I downloaded the 32bit windows 8.1 professional-dreamspark from MSDNAA. When the file was downloaded i had to extract it and i keep getting an error from WINRAR saying that the it can not create and iso file. I am getting this error since the time i formated my pc. Before the format the extraction was successful but i was getting and SDC file instead of an ISO. I am using windows xp at the moment. 

Thanks in advance.


----------



## Masterchiefxx17 (Feb 27, 2010)

You don't extract the SDC file downloaded from DreamSpark.

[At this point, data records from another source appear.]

class FootprintChecker:
    """Answers "is the footprint clear at these poses?" for one grid and one vehicle.

    Parameters
    ----------
    grid : OccupancyGrid
    vehicle : Vehicle
    sample_step_m : float
        Largest spacing of the poses that will be checked along a motion.
    reach_m : float
        How far beyond the map a checked position may lie (it then reads as blocked);
        sets the padding of the lookup table.
    clearance_m : ndarray, optional
        The grid's clearance field, when the caller already has it.
    """

    def __init__(
        self,
        grid: OccupancyGrid,
        vehicle: Vehicle,
        *,
        sample_step_m: float,
        reach_m: float = 0.0,
        clearance_m: np.ndarray | None = None,
    ):
        self.grid = grid
        self.vehicle = vehicle
        self.sample_step_m = float(sample_step_m)
        self.circle_offsets_m, self.circle_radius_m = vehicle.covering_circles()
        # A footprint point at distance rho from the reference point moves at most
        # (1 + rho * kappa) times as far as the reference point; turn-in-place motions are
        # sampled so that the farthest footprint point moves at most one step.
        curvature = vehicle.max_curvature_per_m
        if math.isinf(curvature):
            self.extra_margin_m = self.sample_step_m / 2.0
        else:
            reach = float(np.max(np.abs(self.circle_offsets_m)))
            sagitta_m = self.sample_step_m**2 * curvature / 8.0
            self.extra_margin_m = self.sample_step_m / 2.0 * (1.0 + reach * curvature) + sagitta_m
            rho = vehicle.bounding_radius_m
            self._rect_grow_m = self.sample_step_m / 2.0 * (1.0 + rho * curvature) + sagitta_m
        if math.isinf(curvature):
            self._rect_grow_m = self.sample_step_m / 2.0
        self.inflated = inflate(
            grid, self.circle_radius_m, extra_margin_m=self.extra_margin_m, clearance_m=clearance_m
        )
        cs = grid.cell_size_m
        reach_m = reach_m + float(np.max(np.abs(self.circle_offsets_m)))
        self.pad_cells = int(math.ceil(reach_m / cs)) + 2
        pad = self.pad_cells
        blocked = np.pad(self.inflated.blocked, pad, constant_values=True)
        self.blocked_flat = np.ascontiguousarray(blocked).ravel()
        # the padded mask's cells (veer.planning.frame); its numbers copied out for the hot paths
        self.frame = GridFrame.of_grid(grid).padded(pad)
        self.padded_rows, self.padded_cols = self.frame.shape
        self.inv_cell = self.frame.inv_cell
        self.left_x_m, self.top_y_m = self.frame.left_x_m, self.frame.top_y_m
        # one circle on the rear axle (the disc): a pose's cell is its position's cell
        self._single_centre = len(self.circle_offsets_m) == 1 and self.circle_offsets_m[0] == 0.0
        self._boxes: ObstacleBoxes | None = None  # blocked cells as boxes, built on first exact check
        # the rectangle grown by the between-samples allowance, about its centre on the long axis
        if vehicle.has_rectangle:
            rear_m = -vehicle.rear_overhang_or_default_m - self._rect_grow_m
            front_m = -vehicle.rear_overhang_or_default_m + vehicle.length_m + self._rect_grow_m
            self._rect_mid_m = (rear_m + front_m) / 2.0
            self._rect_half_len_m = (front_m - rear_m) / 2.0
            self._rect_half_wid_m = vehicle.width_m / 2.0 + self._rect_grow_m
            self._rect_reach_m = abs(self._rect_mid_m) + math.hypot(self._rect_half_len_m, self._rect_half_wid_m)
            self._pose_box_tensor = _separating_axis_tensor(self._rect_mid_m, self._rect_half_len_m, self._rect_half_wid_m)
        self._box_weights: dict[bytes, np.ndarray] = {}

    @property
    def rectangle_margin_m(self) -> float:
        """How far the rectangle is grown on every side for the exact test (motion between samples)."""
        return self._rect_grow_m

    # ------------------------------------------------------------------ lookups
    def flat_index(self, x_m, y_m) -> np.ndarray:
        """Index into ``blocked_flat`` of the cells holding world points (clipped to the border)."""
        return self.frame.flat_of(x_m, y_m)

    def circles_clear(self, x_m, y_m, heading_rad) -> np.ndarray:
        """True where every covering circle of the pose lies in a clear cell (conservative)."""
        if self._single_centre:
            return ~self.blocked_flat[np.atleast_1d(self.frame.flat_of(x_m, y_m))]
        x_m, y_m, heading_rad = (np.atleast_1d(np.asarray(v, dtype=float)) for v in (x_m, y_m, heading_rad))
        c, s = np.cos(heading_rad), np.sin(heading_rad)
        offsets = self.circle_offsets_m[:, None]
        idx = self.flat_index(x_m + offsets * c, y_m + offsets * s)
        return ~self.blocked_flat[idx].any(axis=0)

    def poses_clear(self, x_m, y_m, heading_rad) -> np.ndarray:
        """True where the footprint is clear: circles first, exact rectangle where they fail."""
        x_m, y_m, heading_rad = (np.atleast_1d(np.asarray(v, dtype=float)) for v in (x_m, y_m, heading_rad))
        clear = self.circles_clear(x_m, y_m, heading_rad)
        if self.vehicle.has_rectangle and not clear.all():
            doubtful = np.flatnonzero(~clear)
            clear[doubtful] = self.rectangles_clear(x_m[doubtful], y_m[doubtful], heading_rad[doubtful], chunk=128)
        return clear

    def first_collision(self, poses: np.ndarray) -> int | None:
        """Index of the first pose of ``poses`` (N, >=3) whose footprint is not clear, else None.

        Consecutive poses must be at most ``sample_step_m`` apart for the space between
        them to be covered; use :func:`densify` first if they are not.
        """
        poses = np.asarray(poses, dtype=float)
        if len(poses) == 0:
            return None
        return self._first_blocked(poses[:, 0], poses[:, 1], poses[:, 2])

    def all_clear(self, x_m, y_m, heading_rad) -> bool:
        """True when the footprint is clear at every pose: ``poses_clear(...).all()``, stopping at the first blocked one."""
        return self._first_blocked(x_m, y_m, heading_rad) is None

    def _first_blocked(self, x_m, y_m, heading_rad) -> int | None:
        """Index of the first blocked pose, else None: circles for all, then exact checks in order."""
        x_m, y_m, heading_rad = _as_1d(x_m), _as_1d(y_m), _as_1d(heading_rad)
        doubtful = np.flatnonzero(~self.circles_clear(x_m, y_m, heading_rad))
        if doubtful.size == 0:
            return None
        if not self.vehicle.has_rectangle:
            return int(doubtful[0])
        for i in range(0, len(doubtful), _ORDERED_CHUNK):
            idx = doubtful[i : i + _ORDERED_CHUNK]
            clear = self._rectangles_clear_window(x_m[idx], y_m[idx], heading_rad[idx])
            if not clear.all():
                return int(idx[np.argmin(clear)])
        return None

    # ------------------------------------------------------------ exact check
    def rectangles_clear(self, x_m, y_m, heading_rad, *, chunk: int = 32) -> np.ndarray:
        """Exact test of (margin-grown) rectangles against the obstacle boxes near them.

        Separating-axis theorem for two convex polygons: they are disjoint if and only if
        their projections are disjoint on one of the edge normals (two of the box, two of
        the rectangle). The blocked cells are merged into axis-aligned boxes once per grid
        (:func:`obstacle_boxes`), so a pose meets a few boxes instead of every blocked
        square near it. Vectorised over poses x boxes in the poses' window; ``chunk``
        consecutive poses share one window (pass a large one for poses that lie close
        together, such as the samples of one expansion).
        """
        if not self.vehicle.has_rectangle:
            raise VehicleError("rectangles_clear needs a vehicle with a rectangle footprint (length_m and width_m)")
        x_m, y_m, heading_rad = _as_1d(x_m), _as_1d(y_m), _as_1d(heading_rad)
        n = len(x_m)
        if n <= chunk:
            return self._rectangles_clear_window(x_m, y_m, heading_rad)
        result = np.empty(n, dtype=bool)
        for i in range(0, n, chunk):
            result[i : i + chunk] = self._rectangles_clear_window(
                x_m[i : i + chunk], y_m[i : i + chunk], heading_rad[i : i + chunk]
            )
        return result

    def _rectangles_clear_window(self, x_m: np.ndarray, y_m: np.ndarray, heading_rad: np.ndarray) -> np.ndarray:
        """:meth:`rectangles_clear` for poses that share one window of boxes."""
        if len(x_m) == 0:
            return np.ones(0, dtype=bool)
        boxes = self._boxes if self._boxes is not None else self._build_boxes()
        # window: every rectangle lies within reach of its reference point
        reach = self._rect_reach_m
        x_lo, x_hi = float(_min(x_m)) - reach, float(_max(x_m)) + reach
        y_lo, y_hi = float(_min(y_m)) - reach, float(_max(y_m)) + reach
        frame = boxes.frame_m
        if x_lo <= frame[0] or y_lo <= frame[1] or x_hi >= frame[2] or y_hi >= frame[3]:
            return self._rectangles_clear_border(x_m, y_m, heading_rad)
        ids = boxes.near(x_lo, y_lo, x_hi, y_hi)
        if len(ids) <= _FEW_BOXES:
            return self._separated_few(x_m, y_m, heading_rad, ids)
        return self._separated(x_m, y_m, heading_rad, ids)

    def _separated_few(self, x_m: np.ndarray, y_m: np.ndarray, heading_rad: np.ndarray, ids: np.ndarray) -> np.ndarray:
        """:meth:`_separated` for a few boxes, as one product of pose and box features.

        Every separating-axis inequality ``|L| <= R`` is the pair ``L - R <= 0``,
        ``-L - R <= 0``, and each side is bilinear in features of the pose
        (1, x, y, cos, sin, |cos|, |sin|, x cos + y sin, y cos - x sin) and of the box
        (centre x, centre y, half sizes, 1). So one matrix product, with the box side
        worked out once per set of boxes, gives all eight values for all pairs.
        """
        if ids.size == 0:
            return np.ones(len(x_m), dtype=bool)
        weights = self._box_weights.get(ids.tobytes())
        if weights is None:
            weights = self._weights_of(ids)
        n = len(x_m)
        c, s = np.cos(heading_rad), np.sin(heading_rad)
        frame = self._boxes.frame_m
        xr, yr = x_m - frame[0], y_m - frame[1]  # small numbers: coordinates from the frame's corner
        features = np.empty((n, 9))
        features[:, 0] = 1.0
        features[:, 1] = xr
        features[:, 2] = yr
        features[:, 3] = c
        features[:, 4] = s
        np.abs(c, out=features[:, 5])
        np.abs(s, out=features[:, 6])
        features[:, 7] = xr * c + yr * s
        features[:, 8] = yr * c - xr * s
        below = (features @ weights) <= 0.0  # (n, boxes * 8), each box's eight values side by side
        # a box meets the rectangle when all eight are true: read each eight bools as one word
        meets = below.view(np.uint64) == _EIGHT_TRUE
        return ~meets.any(axis=1)

    def _weights_of(self, ids: np.ndarray) -> np.ndarray:
        """Box side of :meth:`_separated_few` for the boxes ``ids``: (9 pose features, 8 * boxes)."""
        boxes = self._boxes
        frame = boxes.frame_m
        box_features = np.stack((
            boxes.centre_x_m[ids] - frame[0], boxes.centre_y_m[ids] - frame[1],
            boxes.half_x_m[ids], boxes.half_y_m[ids], np.ones(len(ids)),
        ))
        weights = np.einsum("prq,qj->pjr", self._pose_box_tensor, box_features).reshape(9, -1)
        if len(self._box_weights) >= _NEAR_CACHE_SIZE:
            self._box_weights.clear()
        self._box_weights[ids.tobytes()] = weights
        return weights

    def _separated(self, x_m: np.ndarray, y_m: np.ndarray, heading_rad: np.ndarray, ids: np.ndarray) -> np.ndarray:
        """True where the rectangle meets none of the boxes ``ids`` (separating-axis test)."""
        if ids.size == 0:
            return np.ones(len(x_m), dtype=bool)
        boxes = self._boxes
        c, s = np.cos(heading_rad), np.sin(heading_rad)
        ac, as_ = np.abs(c), np.abs(s)
        mid, half_len, half_wid = self._rect_mid_m, self._rect_half_len_m, self._rect_half_wid_m
        c2, s2, ac2, as2 = c[:, None], s[:, None], ac[:, None], as_[:, None]
        # box centres relative to each rectangle's centre: (poses, boxes)
        dx = boxes.centre_x_m[ids] - (x_m + mid * c)[:, None]
        dy = boxes.centre_y_m[ids] - (y_m + mid * s)[:, None]
        bhx, bhy = boxes.half_x_m[ids], boxes.half_y_m[ids]
        # separating axes: x and y (the box's edge normals), then the rectangle's two
        meets = np.abs(dx) <= (half_len * ac + half_wid * as_)[:, None] + bhx
        meets &= np.abs(dy) <= (half_len * as_ + half_wid * ac)[:, None] + bhy
        if meets.size > _DENSE_PAIRS:
            # many boxes: test the rectangle's axes only on the pairs whose bounding boxes meet
            pose, box = np.nonzero(meets)
            dxp, dyp, cp, sp, acp, asp = dx[pose, box], dy[pose, box], c[pose], s[pose], ac[pose], as_[pose]
            bhxp, bhyp = bhx[box], bhy[box]
            hit = np.abs(dxp * cp + dyp * sp) <= bhxp * acp + bhyp * asp + half_len
            hit &= np.abs(dyp * cp - dxp * sp) <= bhxp * asp + bhyp * acp + half_wid
            clear = np.ones(len(x_m), dtype=bool)
            clear[pose[hit]] = False
            return clear
        meets &= np.abs(dx * c2 + dy * s2) <= bhx * ac2 + bhy * as2 + half_len
        meets &= np.abs(dy * c2 - dx * s2) <= bhx * as2 + bhy * ac2 + half_wid
        return ~meets.any(axis=1)

    def _rectangles_clear_border(self, x_m: np.ndarray, y_m: np.ndarray, heading_rad: np.ndarray) -> np.ndarray:
        """Poses near the padded border: a rectangle reaching the border is blocked (the map's outside is)."""
        frame = self._boxes.frame_m
        c, s = np.cos(heading_rad), np.sin(heading_rad)
        cx, cy = x_m + self._rect_mid_m * c, y_m + self._rect_mid_m * s
        extent_x = self._rect_half_len_m * np.abs(c) + self._rect_half_wid_m * np.abs(s)
        extent_y = self._rect_half_len_m * np.abs(s) + self._rect_half_wid_m * np.abs(c)
        lo_x, lo_y, hi_x, hi_y = cx - extent_x, cy - extent_y, cx + extent_x, cy + extent_y
        inside = (lo_x > frame[0]) & (lo_y > frame[1]) & (hi_x < frame[2]) & (hi_y < frame[3])
        result = np.zeros(len(x_m), dtype=bool)
        if inside.any():
            ids = self._boxes.near(float(lo_x[inside].min()), float(lo_y[inside].min()),
                                   float(hi_x[inside].max()), float(hi_y[inside].max()))
            result[inside] = self._separated(x_m[inside], y_m[inside], heading_rad[inside], ids)
        return result

    def _build_boxes(self) -> "ObstacleBoxes":
        raw = np.pad(self.grid.blocked, self.pad_cells, constant_values=True)
        self._boxes = obstacle_boxes(raw, self.grid.cell_size_m, self.left_x_m, self.top_y_m)
        return self._boxes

You leave the manager alone and once it fully downloads it should produce an ISO. It sounds like either your download has failed or hasn't finished yet.


----------



## Johnyspao (Oct 30, 2013)

It has downloaded completely and i can press launch. When i do that it opens the download file of my pc and there is a compressed file. When i extract it, it produced a DSC file before i formated. Now(after the format) there isnt ISO or DSC only some other small files and the large file fails to be extracted.


----------



## Masterchiefxx17 (Feb 27, 2010)

What happens now when you open the SDC?

Have you tried to do a redownload of the file?


----------



## joeten (Dec 4, 2008)

Do you have files associated with winrar as that might be your issue.


----------



## Johnyspao (Oct 30, 2013)

Nothing, it says that i dont have any suitable programms to open this format. I have tried a redownload and i get the same results


----------



## Masterchiefxx17 (Feb 27, 2010)

When you open the SDC it states that the program can not be read?

Are you sure you have a stable internet connection during the download?


----------



## Wrench97 (May 10, 2008)

Don't you usually have 2 .sdc files that are combined to produce the .iso when the downloads are completed?


----------



## shawnpb (May 30, 2010)

Sounds like possible packet loss or checksum issue.


----------